И, высвобождаясь из его хватки, она конвульсивным движением
перекрестилась, про себя несколько раз повторив: «Во имя Отца, и Сына, и
Святого Духа…» Немного успокоившись, она вновь обратила взор на незнакомца и на
сей раз увидела его вполне отчетливо.
– Вы не Лэшер, – сказала она Последнее слово,
казалось, растворилось у нее прямо на языке. – Вы обыкновенный человек.
Просто мужчина, который стоит здесь, в моей комнате.
– Я Лэшер, – мягко произнес он, словно стараясь
защитить ее от грубого действия, которое производили на нее эти слова. – Я
Лэшер, и теперь у меня есть плоть. И я вернулся, моя прекрасная ведьма
Мэйфейр. – У него было прекрасное произношение, он говорил очень
отчетливо, хотя и достаточно быстро. – Да, я теперь человек. Сотворенный
из плоти и крови, моя ненаглядная колдунья. Если ты порежешь меня, потечет
кровь. А поцелуешь меня – это лишь усилит мою страсть. Хочешь попробовать?
Она опять ощутила некое раздвоение сознания. К сожалению, к
страху невозможно привыкнуть; он не может состариться и даже не поддается
дрессировке. Когда человека напугают до смерти, он, к своему счастью, теряет сознание.
На какой-то миг ей показалось, что именно это с ней сейчас произойдет. Но
допустить подобное Гиффорд никак не могла Если она упадет в обморок, все будет
потеряно. Поэтому она взяла себя в руки и, призвав все мужество, уставилась на
мужчину, который стоял почти рядом с ней, источая невероятно обворожительный,
почти божественный аромат, и взирал на нее сияющими, неподвижными и умоляющими
глазами. Лицо у него было гладкое, как у ребенка И так же по-детски выглядели
ярко-розовые губы.
Казалось, он не осознавал, сколь ослепительна его красота,
или, по крайней мере, безотчетно пользовался ею, чтобы очаровать Гиффорд, а
быть может, просто чтобы сбить с толку, успокоить, усыпить ее бдительность.
Казалось, он видел не свое отражение в ее глазах, а только ее.
– Гиффорд, – шептал он. – Внучка Джулиена
Неожиданно ее охватил такой невероятно гнетущий ужас, какими
бывают лишь бесконечные детские страхи. Это был миг безумного помрачения.

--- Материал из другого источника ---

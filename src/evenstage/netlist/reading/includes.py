"""Files that a netlist includes: where they are, and sections of library files.

A file is looked for beside the file that includes it, under the name that one goes by; where that
is a link and nothing is found, beside the file the link stands for. Links, symbolic and hard, stand
for one file, which is read once.
"""

from __future__ import annotations

import os
import re
from contextlib import contextmanager, suppress
from pathlib import Path
from typing import TYPE_CHECKING, Final, TypeVar

from evenstage.errors import NetlistError
from evenstage.netlist.reading.files import read_file, why_not
from evenstage.source import SourceText, Span

if TYPE_CHECKING:
    from collections.abc import Callable, Iterator

_QUOTES: Final = "'\""
_DEPTH: Final = 100
_B = rb"[\x00-\x09\x0b-\x20]"
_SECTION = re.compile(rb"(?m)^" + _B + rb"*\.lib" + _B + rb"+([^\x00-\x20]+)" + _B + rb"*$")
_END_OF_SECTION = re.compile(rb"(?m)^" + _B + rb"*\.endl(?![^\x00-\x20])[^\n]*")

_Unit = TypeVar("_Unit")


class Includes:
    """All files of a netlist, each read once, and the chain of those being read."""

    def __init__(self) -> None:
        self._sources: dict[Path, SourceText] = {}
        self._units: dict[Path, object] = {}
        self._chain: list[tuple[Path, str]] = []
        self._folders: list[Path] = []
        self._files: dict[tuple[int, int], Path] = {}
        #: The names each file goes by, by its path.
        self.names: dict[Path, tuple[Path, ...]] = {}
        #: Paths of the files that some card includes by a name from the root.
        self.rooted: set[Path] = set()

    @property
    def sources(self) -> tuple[SourceText, ...]:
        """The files, the main one first."""
        return tuple(self._sources.values())

    def add(self, source: SourceText, name: Path) -> None:
        """Take the main file, and where it was asked for."""
        self._sources[source.path] = source
        self.names[source.path] = (name,)
        with suppress(OSError, ValueError):
            self._same_file(source.path)

    def find(self, name: Span) -> SourceText:
        """Return the file an ``.include`` or ``.lib`` card names, relative to the card's file.

        Raises
        ------
        NetlistError
            If it cannot be read.
        """
        written = _written(name)
        label = os.path.normpath(Path(name.source.label).parent / written)
        try:
            path = self._same_file(self._real_path(name, written))
            if path in self._sources:
                return self._named(path, written)
            data = read_file(path)
        except FileNotFoundError:
            message = f"there is no file '{label}' to include"
            raise NetlistError(message, code="missing-file", span=name) from None
        except (OSError, ValueError) as error:
            message = f"cannot read '{label}': {why_not(error)}"
            raise NetlistError(message, code="unreadable-file", span=name) from None
        self._sources[path] = SourceText(path, data, label)
        return self._named(path, written)

    def _real_path(self, name: Span, written: str) -> Path:
        """Return where a file really is, all symbolic links followed."""
        beside = self._name(written)
        if not beside.exists():
            beside = name.source.path.parent / written
        return Path(os.path.realpath(beside))

    def _name(self, written: str) -> Path:
        """Return the name a card gives to a file, links in it left as they are."""
        return Path(os.path.normpath(self._folders[-1] / written))

    def _same_file(self, path: Path) -> Path:
        """Return the path under which a file is known, another hard link to it perhaps."""
        status = path.stat()
        if not status.st_ino:  # a file system that tells files apart by their names alone
            return path
        return self._files.setdefault((status.st_dev, status.st_ino), path)

    def _named(self, path: Path, written: str) -> SourceText:
        """Take note of a name of a file and return the file."""
        if Path(written).is_absolute():
            self.rooted.add(path)
        self.names[path] = tuple(dict.fromkeys((*self.names.get(path, ()), self._name(written))))
        return self._sources[path]

    def unit(self, source: SourceText, make: Callable[[SourceText], _Unit]) -> _Unit:
        """Return what was made of a file, made once."""
        if source.path not in self._units:
            self._units[source.path] = make(source)
        return self._units[source.path]  # type: ignore[return-value]  # one maker for all

    @contextmanager
    def entered(
        self, source: SourceText, section: Span | None, name: Span | None
    ) -> Iterator[None]:
        """Be inside a file, or a section of it.

        Raises
        ------
        NetlistError
            If that file or section is being read already, or too many are.
        """
        key = (source.path, "" if section is None else section.text.strip(_QUOTES).lower())
        if key in self._chain:
            files = [self._sources[path].label for path, _ in self._chain]
            loop = " -> ".join([*files[self._chain.index(key) :], source.label])
            message = f"this file is being read already: {loop}"
            raise NetlistError(message, code="include-cycle", span=name)
        if len(self._chain) > _DEPTH:
            message = f"files are included more than {_DEPTH} deep"
            raise NetlistError(message, code="include-cycle", span=name)
        named = self.names[source.path][0] if name is None else self._name(_written(name))
        self._chain.append(key)
        self._folders.append(named.parent)
        yield
        self._chain.pop()
        self._folders.pop()


def _written(name: Span) -> str:
    return name.text.strip(_QUOTES)


def section_range(source: SourceText, text: bytes, name: Span, *, wanted: bool = False) -> range:
    """Return the bytes of a library section between its ``.lib`` and ``.endl`` cards.

    Parameters
    ----------
    source : SourceText
        The library file.
    text : bytes
        Its canonical text.
    name : Span
        The section's name: on its own ``.lib`` card, or on the card that wants it.
    wanted : bool
        True if another card wants the section: then it is looked for.

    Returns
    -------
    range
        Of the section's cards; for a section not wanted, up to the end of its ``.endl`` card.

    Raises
    ------
    NetlistError
        If there is no such section, or no ``.endl`` closes it.
    """
    start, span = _find_section(source, text, name) if wanted else (name.end, name)
    end = _END_OF_SECTION.search(text, start)
    if end is None:
        message = f"no '.endl' closes the section '{span.text}'"
        raise NetlistError(message, code="unmatched-lib", span=span)
    return range(start, end.start() if wanted else end.end())


def _find_section(source: SourceText, text: bytes, name: Span) -> tuple[int, Span]:
    written = name.text.strip(_QUOTES)
    for match in _SECTION.finditer(text):
        span = Span(source, *match.span(1))
        if span.text.strip(_QUOTES).lower() == written.lower():
            return match.end(), span
    known = [Span(source, *m.span(1)).text.strip(_QUOTES) for m in _SECTION.finditer(text)]
    has = f"it has {', '.join(known)}" if known else "it has none"
    message = f"'{source.label}' has no section '{written}'; {has}"
    raise NetlistError(message, code="missing-section", span=name)
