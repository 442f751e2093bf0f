"""One card as the grammar reads it: its rule and its words, each with its place."""

from __future__ import annotations

from typing import TYPE_CHECKING, Final, NamedTuple

from lark import Token, Tree
from lark.exceptions import UnexpectedInput

from evenstage.netlist.grammar import ENCODING, parser
from evenstage.netlist.reading.complaints import complaint, no_card

if TYPE_CHECKING:
    from evenstage.source import SourceText


_REMARKS: Final = ("$", ";", "//")


class Mark(NamedTuple):
    """One word or sign: the terminal of the grammar and the bytes ``[start, end)``."""

    terminal: str
    start: int
    end: int


class Statement(NamedTuple):
    """One card: the rule of the grammar it follows and its words in their order."""

    rule: str
    marks: tuple[Mark, ...]

    @property
    def pins(self) -> int:
        """How many nets a transistor card gives: its words before the model."""
        words = 0
        for mark in self.marks:
            if mark.terminal == "OFF":
                break
            if mark.terminal == "EQUAL":
                return words - 2  # the last was a parameter's name
            words += mark.terminal == "WORD"
        return words - 1

    def moved(self, by: int) -> Statement:
        """Return the card as if it stood elsewhere."""
        return Statement(self.rule, tuple(Mark(t, a + by, b + by) for t, a, b in self.marks))


def parse_statement(source: SourceText, start: int, end: int) -> Statement:
    """Read one card with its continuation lines.

    Parameters
    ----------
    source : SourceText
        The file.
    start, end : int
        The bytes of the card, from its first to the last before its line end or remark.

    Raises
    ------
    NetlistError
        If the card does not follow the grammar.
    """
    text = source.data[start:end].decode(ENCODING)
    if text.startswith(_REMARKS):
        # Behind a comma it is no remark, though it would be one at the beginning of a text.
        raise no_card(source, start, end)
    try:
        tree = parser("netlist").parse(text, start="statement")
    except UnexpectedInput as error:
        raise complaint(source, start, end, error) from None
    return statement_of(tree, start)


def statement_of(tree: Tree[Token], base: int = 0) -> Statement:
    """Return a tree of the rule ``statement`` as a statement; ``base`` is where its text begins."""
    card = tree.children[0] if tree.data == "statement" else tree
    assert isinstance(card, Tree)
    tokens = card.scan_values(lambda value: isinstance(value, Token))
    return Statement(
        str(card.data),
        tuple(Mark(t.type, base + (t.start_pos or 0), base + (t.end_pos or 0)) for t in tokens),
    )
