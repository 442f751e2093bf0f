"""How a file begins: that it is text, and where the first line is a title."""

from __future__ import annotations

import re
from typing import Final, Literal

from evenstage.errors import NetlistError, Notice
from evenstage.netlist.grammar import ENCODING, terminal
from evenstage.netlist.reading.canonical import BOM
from evenstage.netlist.reading.statement import Statement, parse_statement
from evenstage.source import SourceText, Span

FirstLine = Literal["title", "card"]

#: Bytes of the first line that are looked at to tell a title from a card.
_LOOK: Final = 1 << 14
#: A first line that is not blank.
_FIRST_LINE: Final = re.compile(rb"[\x00-\x09\x0b\x0c\x0e-\x20]*+[^\r\n]++")
#: Cards of a kind with a fixed form.
_FIXED: Final = frozenset({"transistor", "call", "passive", "source"})


def check_text(source: SourceText) -> None:
    """Refuse what is no text.

    Raises
    ------
    NetlistError
        If the bytes hold a NUL.
    """
    if source.data.startswith((b"\xff\xfe", b"\xfe\xff")):
        message = f"'{source.label}' is in UTF-16; save it as UTF-8"
        raise NetlistError(message, code="not-text")
    if b"\0" in source.data:
        raise NetlistError(f"'{source.label}' is not a text file", code="not-text")


def after_title(source: SourceText, first_line: FirstLine | None) -> tuple[int, Notice | None]:
    """Return where the first line after the title begins; 0 if there is no title.

    Parameters
    ----------
    source : SourceText
        The main file.
    first_line : {"title", "card"}, optional
        What it begins with; None: a title, unless it is plainly something else.

    Returns
    -------
    start : int
        There.
    notice : Notice, optional
        If the title could be a card.
    """
    line = _FIRST_LINE.match(source.data)
    if first_line is not None:
        return (0 if line is None or first_line == "card" else line.end()), None
    title = re.compile(terminal("TITLE").encode(ENCODING), re.IGNORECASE)
    if line is None or title.match(source.data, 0, min(line.end(), _LOOK)) is None:
        return 0, None
    start = len(BOM) if source.data.startswith(BOM) else 0
    statement = _element_or_none(source, start, line.end())
    if statement is None:
        return line.end(), None
    if statement.rule == "call" and _calls_defined(statement, source):
        return 0, None
    message = (
        "the first line is taken as the title, though it could be a card; "
        'first_line = "card" in the brief overrules this'
    )
    return line.end(), Notice("title", message, Span(source, start, line.end()).place)


def _element_or_none(source: SourceText, start: int, end: int) -> Statement | None:
    """Return a line as an element card of a kind with a fixed form, if it could be one."""
    if end - start > _LOOK:
        return None
    lead = len(source.data[start:end]) - len(source.data[start:end].lstrip())
    try:
        statement = parse_statement(source, start + lead, end)
    except NetlistError:
        return None
    return statement if statement.rule in _FIXED else None


def _calls_defined(statement: Statement, source: SourceText) -> bool:
    """Tell whether the subcircuit a line would call is defined in the same file."""
    words = [mark for mark in statement.marks if mark.terminal == "WORD"]
    name = re.escape(source.data[words[-1].start : words[-1].end])
    return re.search(rb"(?im)^[ \t]*\.subckt[ \t]+" + name + rb"(?![^\s])", source.data) is not None
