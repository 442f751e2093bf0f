"""The canonical text of a file, some thousand cards at a time.

No file is held twice: a block is made when it is read, and again when somebody asks for one of its
cards. Blocks begin where cards begin, so that none of them needs another to be understood. They end
where cards do, or where nothing but blank lines and comments follows for very long; these then
belong to no block.
"""

from __future__ import annotations

import re
from bisect import bisect_right
from collections import OrderedDict
from functools import cached_property
from typing import Final, NamedTuple

from evenstage.errors import NetlistError
from evenstage.netlist.reading.canonical import canonical
from evenstage.source import SourceText, Span

#: Bytes of a block: large enough for array work to pay, small enough for the processor's cache.
_SIZE: Final = 1 << 17
_KEPT: Final = 8
#: Bytes of a card; a longer one is no card of a design, and reading it would fill the memory.
_LONGEST: Final = 1 << 20
_B: Final = rb"[\x00-\x09\x0b\x0c\x0e-\x20]*+"
_COMMENT: Final = rb"(?:\*(?!\.[a-zA-Z])|[$;]|//)"
#: Before a line that is neither comment nor continuation.
_CUT = re.compile(rb"[\r\n]" + _B + rb"(?=[A-Za-z.])")
#: The last line end that has a blank line or a comment behind it.
_LAST_PAUSE = re.compile(rb"[\x00-\xff]*[\r\n](?=" + _B + rb"(?:[\r\n]|\Z|" + _COMMENT + rb"))")
#: The last line of a card.
_LAST_CARD = re.compile(rb"(?:[\x00-\xff]*[\r\n])?" + _B + rb"(?=[A-Za-z.])")
_REMARK: Final = _B + _COMMENT + rb"[^\r\n]*+"
#: Blank lines and comments.
_IDLE = re.compile(rb"(?:(?:" + _REMARK + rb"|" + _B + rb")[\r\n])*+(?:" + _REMARK + rb"\Z)?+")
_LINE_END = re.compile(rb"[\r\n]")
_BLANKS: Final = bytes(range(33)) + b","


class Block(NamedTuple):
    """Canonical text of the bytes from ``start`` on; up to ``end`` only blanks would follow."""

    start: int
    text: bytes
    end: int


class Blocks:
    """The canonical text of one file.

    Parameters
    ----------
    source : SourceText
        The file.
    """

    def __init__(self, source: SourceText) -> None:
        self.source = source
        self._starts: list[int] = []
        self._ends: list[int] = []
        self._recent: OrderedDict[int, Block] = OrderedDict()

    def at(self, position: int) -> Block:
        """Return the block that holds a position, or the next one where none does.

        Where there is none yet, one is cut that begins with the position's line, or behind the
        blank lines and comments there.

        Raises
        ------
        NetlistError
            If a card in it is too long.
        """
        index = bisect_right(self._starts, position) - 1
        if index < 0 or position >= self._ends[index]:
            index = self._cut(position)
        start, end = self._starts[index], self._ends[index]
        block = self._recent.get(start)
        if block is None:
            most = min(end, start + _SIZE + _LONGEST)
            block = Block(start, canonical(self.source.data[start:most]), end)
            self._check_lengths(block)
            self._recent[start] = block
            if len(self._recent) > _KEPT:
                self._recent.popitem(last=False)
        return block

    def _cut(self, position: int) -> int:
        """Add a block; return its index."""
        data = self.source.data
        index = bisect_right(self._starts, position)
        floor = self._ends[index - 1] if index else 0
        feed = data.rfind(b"\n", floor, position)
        line = max(feed, data.rfind(b"\r", max(feed, floor), position)) + 1
        start = self._behind_idle_lines(position if line == 0 else line)
        if index < len(self._starts) and start >= self._starts[index]:
            return index
        end = self._end(start)
        if index < len(self._starts):
            end = min(end, self._starts[index])
        self._starts.insert(index, start)
        self._ends.insert(index, end)
        return index

    def _behind_idle_lines(self, start: int) -> int:
        idle = _IDLE.match(self.source.data, start)
        assert idle is not None
        return idle.end()

    def _end(self, start: int) -> int:
        """Return where a block ends that begins at some place."""
        data = self.source.data
        least = start + _SIZE
        most = least + _LONGEST
        cut = _CUT.search(data, least, most)
        if cut is not None:
            return cut.end()
        if most >= len(data):
            return len(data)
        pause = _LAST_PAUSE.match(data, least, most)
        end = self._behind_remark(start, most) if pause is None else pause.end()
        following = 0 if end is None else self._behind_idle_lines(end)
        if end is None or data[following : following + 1] == b"+":
            card = _LAST_CARD.match(data, start, least)
            raise self._too_long(start if card is None else card.end())
        return end

    def _behind_remark(self, start: int, most: int) -> int | None:
        """Return where the line of a place ends, if nothing but a remark goes on there."""
        tail = canonical(self.source.data[start:most])[_SIZE:]
        line_end = _LINE_END.search(self.source.data, most)
        if tail.strip(_BLANKS):
            return None
        return len(self.source.data) if line_end is None else line_end.end()

    def _check_lengths(self, block: Block) -> None:
        if len(block.text) <= _LONGEST:
            return
        start = block.start
        for line in block.text.split(b"\n"):
            if len(line.strip(_BLANKS)) > _LONGEST:
                raise self._too_long(start + len(line) - len(line.lstrip(_BLANKS)))
            start += len(line) + 1

    def _too_long(self, start: int) -> NetlistError:
        message = f"this card is longer than {_LONGEST} bytes"
        span = Span(self.source, start, start + 1)
        return NetlistError(message, code="too-large", span=span)

    @cached_property
    def whole(self) -> bytes:
        """The canonical text of all of it, for files whose sections must be found first."""
        pieces: list[bytes] = []
        done = 0
        while done < len(self.source.data):
            start, text, end = self.at(done)
            pieces += (b" " * (start - done), text, b" " * (end - start - len(text)))
            done = end
        return b"".join(pieces)
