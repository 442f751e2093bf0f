"""New numbers in the old spelling."""

from __future__ import annotations

import pytest
from hypothesis import given, settings
from hypothesis import strategies as st

from evenstage.netlist.rewriting.spelling import is_number, respell, respell_count, shortest
from evenstage.units import parse_number

quick = settings(max_examples=100, deadline=None)

# Spellings met in published netlists (shared/dialects.md, "Width in many spellings"), what they
# mean in metres, a new width, and the text it must become.
SPELLINGS = [
    ("0.6u", 0.6e-6, 1.25e-6, "1.25u"),
    ("0.6u", 0.6e-6, 1.235e-6, "1.235u"),
    ("0.6u", 0.6e-6, 12e-6, "12u"),
    ("0.6U", 0.6e-6, 1.25e-6, "1.25U"),
    ("0.21U", 0.21e-6, 0.42e-6, "0.42U"),
    ("0.65um", 0.65e-6, 1.3e-6, "1.3um"),
    ("3.93um", 3.93e-6, 0.995e-6, "0.995um"),
    ("81.0n", 81e-9, 120e-9, "120.0n"),
    ("640.00n", 640e-9, 1235e-9, "1235.00n"),
    ("650000u", 0.65e-6, 1.235e-6, "1235000u"),
    ("1.12e+06u", 1.12e-6, 2.5e-6, "2.5e+06u"),
    ("1.12e+06u", 1.12e-6, 0.5e-6, "5e+05u"),
    ("8.2e-07", 8.2e-7, 1.235e-6, "1.235e-06"),
    ("8.2E-7", 8.2e-7, 12.5e-6, "1.25E-5"),
    ("650e-9", 650e-9, 1235e-9, "1235e-9"),
    ("0.65", 0.65e-6, 1.235e-6, "1.235"),
    (".65", 0.65e-6, 0.8e-6, ".8"),
    (".65u", 0.65e-6, 1.3e-6, "1.3u"),
    ("2.u", 2e-6, 3e-6, "3.u"),
    ("120", 600e-9, 1235e-9, "247"),
    ("'50n'", 50e-9, 75e-9, "'75n'"),
    ("{ 0.6u }", 0.6e-6, 1.2e-6, "{ 1.2u }"),
    ('"0.6u"', 0.6e-6, 1.2e-6, '"1.2u"'),
    ("1e6", 1e-6, 25e-6, "2.5e7"),
    ("2mil", 50.8e-6, 25.4e-6, "1mil"),
]


class TestRespell:
    @pytest.mark.parametrize(("text", "old", "new", "expected"), SPELLINGS)
    def test_keeps_the_spelling(self, text: str, old: float, new: float, expected: str) -> None:
        assert respell(text, old, new) == expected

    @quick
    @given(
        st.sampled_from([(text, old) for text, old, _, _ in SPELLINGS if "mil" not in text]),
        st.integers(20_000, 900_000_000),
    )
    def test_reads_back_as_the_new_width(
        self, spelling: tuple[str, float], picometres: int
    ) -> None:
        text, old = spelling
        new = picometres * 1e-12
        read_back = parse_number(respell(text, old, new).strip("'\"{} "))
        scale = old / parse_number(text.strip("'\"{} "))
        assert read_back * scale == pytest.approx(new, rel=1e-9, abs=0)

    def test_a_width_that_is_no_short_decimal_is_cut_where_it_does_not_matter(self) -> None:
        # 1 um is 0.0393700787... mil: seven digits carry it to 1e-6.
        assert respell("2mil", 50.8e-6, 1e-6) == "0.03937008mil"

    @quick
    @given(st.integers(20, 20_000))
    def test_carries_no_float_noise(self, steps: int) -> None:
        # 5 nm grid: at most three decimals of a micron, whatever the floats say.
        text = respell("0.6u", 0.6e-6, steps * 5e-9)
        assert len(text.removesuffix("u").partition(".")[2]) <= 3

    @quick
    @given(st.sampled_from(SPELLINGS))
    def test_there_and_back_is_the_same_number(
        self, spelling: tuple[str, float, float, str]
    ) -> None:
        text, old, new, _ = spelling
        back = respell(respell(text, old, new), new, old)
        assert parse_number(back.strip("'\"{} ")) == parse_number(text.strip("'\"{} "))

    @pytest.mark.parametrize("text", ["wn", "'2*wn'", "", "1u*2", "w1", "0.6u 0.7u"])
    def test_refuses_what_is_no_number(self, text: str) -> None:
        assert not is_number(text)
        with pytest.raises(ValueError, match="no number"):
            respell(text, 1.0, 2.0)


class TestRespellCount:
    @pytest.mark.parametrize(("text", "expected"), [("4", "6"), ("'4'", "'6'"), ("4.0", "6.0")])
    def test_writes_counts_as_counts(self, text: str, expected: str) -> None:
        assert respell_count(text, 4, 6) == expected


class TestShortest:
    @pytest.mark.parametrize(
        ("value", "expected"),
        [(1.2349999999999999, "1.235"), (1 / 3, "0.3333333"), (600.0, "600"), (2e-7, "2e-7")],
    )
    def test_value(self, value: float, expected: str) -> None:
        assert float(shortest(value)) == float(expected)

Ребенком она в такие минуты обычно вся скукоживалась и, стиснув колени руками,
принималась рыдать, боясь при этом приоткрыть глаза, боясь каждого скрипа в
доме, боясь стонов матери, а также темноты и всего того кошмара, который та в
себе таила.
Усилием воли Гиффорд заставила себя вернуться к реальности.
Для этого она посмотрела вниз, желая почувствовать под ногами кафельный пол и
увидеть надоедливо-настойчивое мерцание огня. Потом взглянула на руки
незнакомца – они были белыми, но с ярко очерченными, как у всякого взрослого,
венами. Она перевела взор на его гладкий, без единой морщинки, как у самого
Христа, обрамленный темными волосами лоб. Она невольно обратила внимание на
очертания его ровных черных бровей, благодаря которым еще ярче выделялись
глаза, особенно когда они были устремлены на нее. Покрытый блестящей и густой
черной бородой подбородок остро выдавался вперед.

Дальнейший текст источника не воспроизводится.